WHAT NEEDS TO BE DONE: Once the line with "filename crates/link/benches/protocol.rs" is found in the data, output it and each following line exactly, up to and including the line with "u16 % 1001;", and nothing before or after.

= = = = = = =

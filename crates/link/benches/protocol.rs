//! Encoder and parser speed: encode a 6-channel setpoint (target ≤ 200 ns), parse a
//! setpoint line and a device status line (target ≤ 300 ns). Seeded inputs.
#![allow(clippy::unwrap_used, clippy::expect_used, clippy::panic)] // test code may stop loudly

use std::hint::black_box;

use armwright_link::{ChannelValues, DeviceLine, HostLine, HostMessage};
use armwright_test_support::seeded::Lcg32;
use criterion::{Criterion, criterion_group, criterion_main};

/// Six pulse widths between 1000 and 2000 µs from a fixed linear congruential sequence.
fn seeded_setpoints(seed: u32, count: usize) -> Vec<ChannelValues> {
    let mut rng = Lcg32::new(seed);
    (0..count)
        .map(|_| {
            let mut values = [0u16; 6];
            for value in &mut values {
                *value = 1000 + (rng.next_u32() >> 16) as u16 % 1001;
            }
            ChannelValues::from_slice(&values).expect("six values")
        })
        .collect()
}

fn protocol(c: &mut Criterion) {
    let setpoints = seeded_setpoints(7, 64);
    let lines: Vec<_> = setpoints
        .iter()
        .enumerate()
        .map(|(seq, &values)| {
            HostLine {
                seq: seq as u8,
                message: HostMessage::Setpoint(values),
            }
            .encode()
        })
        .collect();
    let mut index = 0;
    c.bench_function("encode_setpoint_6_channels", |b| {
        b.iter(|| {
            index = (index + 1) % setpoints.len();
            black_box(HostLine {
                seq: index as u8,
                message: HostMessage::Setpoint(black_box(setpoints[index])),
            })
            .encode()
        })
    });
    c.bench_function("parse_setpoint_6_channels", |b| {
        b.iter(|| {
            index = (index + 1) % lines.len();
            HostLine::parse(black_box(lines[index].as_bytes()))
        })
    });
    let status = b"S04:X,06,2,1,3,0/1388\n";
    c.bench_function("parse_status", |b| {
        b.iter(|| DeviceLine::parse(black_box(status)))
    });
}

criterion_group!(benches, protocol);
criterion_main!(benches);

= = = = = = =

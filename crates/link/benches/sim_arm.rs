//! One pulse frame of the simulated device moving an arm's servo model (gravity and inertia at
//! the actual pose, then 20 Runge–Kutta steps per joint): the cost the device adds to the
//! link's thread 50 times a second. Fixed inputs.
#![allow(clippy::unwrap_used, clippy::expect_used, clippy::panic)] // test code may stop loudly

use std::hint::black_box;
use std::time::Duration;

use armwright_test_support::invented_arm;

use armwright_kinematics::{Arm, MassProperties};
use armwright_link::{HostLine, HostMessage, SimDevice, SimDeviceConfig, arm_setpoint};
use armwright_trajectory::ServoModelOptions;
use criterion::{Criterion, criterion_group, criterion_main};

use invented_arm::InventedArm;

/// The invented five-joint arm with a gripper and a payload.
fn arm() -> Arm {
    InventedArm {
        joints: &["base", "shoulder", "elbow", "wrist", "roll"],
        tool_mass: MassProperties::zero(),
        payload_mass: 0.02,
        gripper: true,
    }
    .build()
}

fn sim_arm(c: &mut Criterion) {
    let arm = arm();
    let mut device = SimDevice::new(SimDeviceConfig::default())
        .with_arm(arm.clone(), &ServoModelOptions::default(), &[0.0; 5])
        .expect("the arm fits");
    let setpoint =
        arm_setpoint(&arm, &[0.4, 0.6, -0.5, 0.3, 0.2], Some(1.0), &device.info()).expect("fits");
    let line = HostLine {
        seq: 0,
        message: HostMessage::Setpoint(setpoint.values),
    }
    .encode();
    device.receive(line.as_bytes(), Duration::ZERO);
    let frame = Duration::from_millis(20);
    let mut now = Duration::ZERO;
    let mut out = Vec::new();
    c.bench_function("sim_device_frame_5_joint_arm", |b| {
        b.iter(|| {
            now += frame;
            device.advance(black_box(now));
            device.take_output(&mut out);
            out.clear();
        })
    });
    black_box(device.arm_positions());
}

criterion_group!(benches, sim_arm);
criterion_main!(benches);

= = = = = = =

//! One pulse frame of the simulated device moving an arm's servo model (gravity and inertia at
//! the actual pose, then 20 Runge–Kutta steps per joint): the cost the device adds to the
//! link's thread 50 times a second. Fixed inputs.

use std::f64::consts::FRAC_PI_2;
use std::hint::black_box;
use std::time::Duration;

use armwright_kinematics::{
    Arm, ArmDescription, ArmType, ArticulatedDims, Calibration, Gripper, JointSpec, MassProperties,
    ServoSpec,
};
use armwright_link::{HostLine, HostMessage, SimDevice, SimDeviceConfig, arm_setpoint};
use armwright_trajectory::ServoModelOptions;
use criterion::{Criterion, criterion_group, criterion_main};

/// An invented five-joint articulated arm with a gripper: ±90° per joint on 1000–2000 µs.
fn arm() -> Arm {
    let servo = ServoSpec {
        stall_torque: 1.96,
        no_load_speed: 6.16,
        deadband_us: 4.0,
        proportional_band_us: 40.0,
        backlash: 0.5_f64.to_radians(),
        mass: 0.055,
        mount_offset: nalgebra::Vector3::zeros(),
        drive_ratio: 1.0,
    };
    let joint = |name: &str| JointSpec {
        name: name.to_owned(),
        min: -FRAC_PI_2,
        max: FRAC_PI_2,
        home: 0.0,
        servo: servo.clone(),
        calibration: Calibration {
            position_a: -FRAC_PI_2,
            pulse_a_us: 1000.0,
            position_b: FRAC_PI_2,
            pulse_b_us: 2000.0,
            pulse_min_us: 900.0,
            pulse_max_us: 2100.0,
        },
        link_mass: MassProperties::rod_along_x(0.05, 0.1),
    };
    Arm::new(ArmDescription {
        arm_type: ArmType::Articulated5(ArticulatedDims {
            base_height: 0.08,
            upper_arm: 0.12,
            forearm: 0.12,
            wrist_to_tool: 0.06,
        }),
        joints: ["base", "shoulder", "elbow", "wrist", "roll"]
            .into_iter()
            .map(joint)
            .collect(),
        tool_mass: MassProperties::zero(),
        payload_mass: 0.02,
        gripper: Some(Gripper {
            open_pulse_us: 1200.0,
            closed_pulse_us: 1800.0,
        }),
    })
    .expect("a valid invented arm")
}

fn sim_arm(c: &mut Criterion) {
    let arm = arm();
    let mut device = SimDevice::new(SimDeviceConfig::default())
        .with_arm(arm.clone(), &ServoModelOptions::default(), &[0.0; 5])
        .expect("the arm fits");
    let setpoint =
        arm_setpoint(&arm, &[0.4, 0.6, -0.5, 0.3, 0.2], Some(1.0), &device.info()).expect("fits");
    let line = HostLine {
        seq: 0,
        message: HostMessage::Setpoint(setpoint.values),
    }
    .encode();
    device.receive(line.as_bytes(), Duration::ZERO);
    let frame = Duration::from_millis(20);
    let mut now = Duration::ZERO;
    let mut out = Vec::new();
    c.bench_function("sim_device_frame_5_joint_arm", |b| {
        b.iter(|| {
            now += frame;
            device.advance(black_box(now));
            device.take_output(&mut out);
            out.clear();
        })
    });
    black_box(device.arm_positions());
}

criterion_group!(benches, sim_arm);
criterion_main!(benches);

= = = = = = =

SOLUTION FOR THIS TASK:
filename crates/link/benches/protocol.rs
//! Encoder and parser speed: encode a 6-channel setpoint (target ≤ 200 ns), parse a
//! setpoint line and a device status line (target ≤ 300 ns). Seeded inputs.
#![allow(clippy::unwrap_used, clippy::expect_used, clippy::panic)] // test code may stop loudly

use std::hint::black_box;

use armwright_link::{ChannelValues, DeviceLine, HostLine, HostMessage};
use armwright_test_support::seeded::Lcg32;
use criterion::{Criterion, criterion_group, criterion_main};

/// Six pulse widths between 1000 and 2000 µs from a fixed linear congruential sequence.
fn seeded_setpoints(seed: u32, count: usize) -> Vec<ChannelValues> {
    let mut rng = Lcg32::new(seed);
    (0..count)
        .map(|_| {
            let mut values = [0u16; 6];
            for value in &mut values {
                *value = 1000 + (rng.next_u32() >> 16) as u16 % 1001;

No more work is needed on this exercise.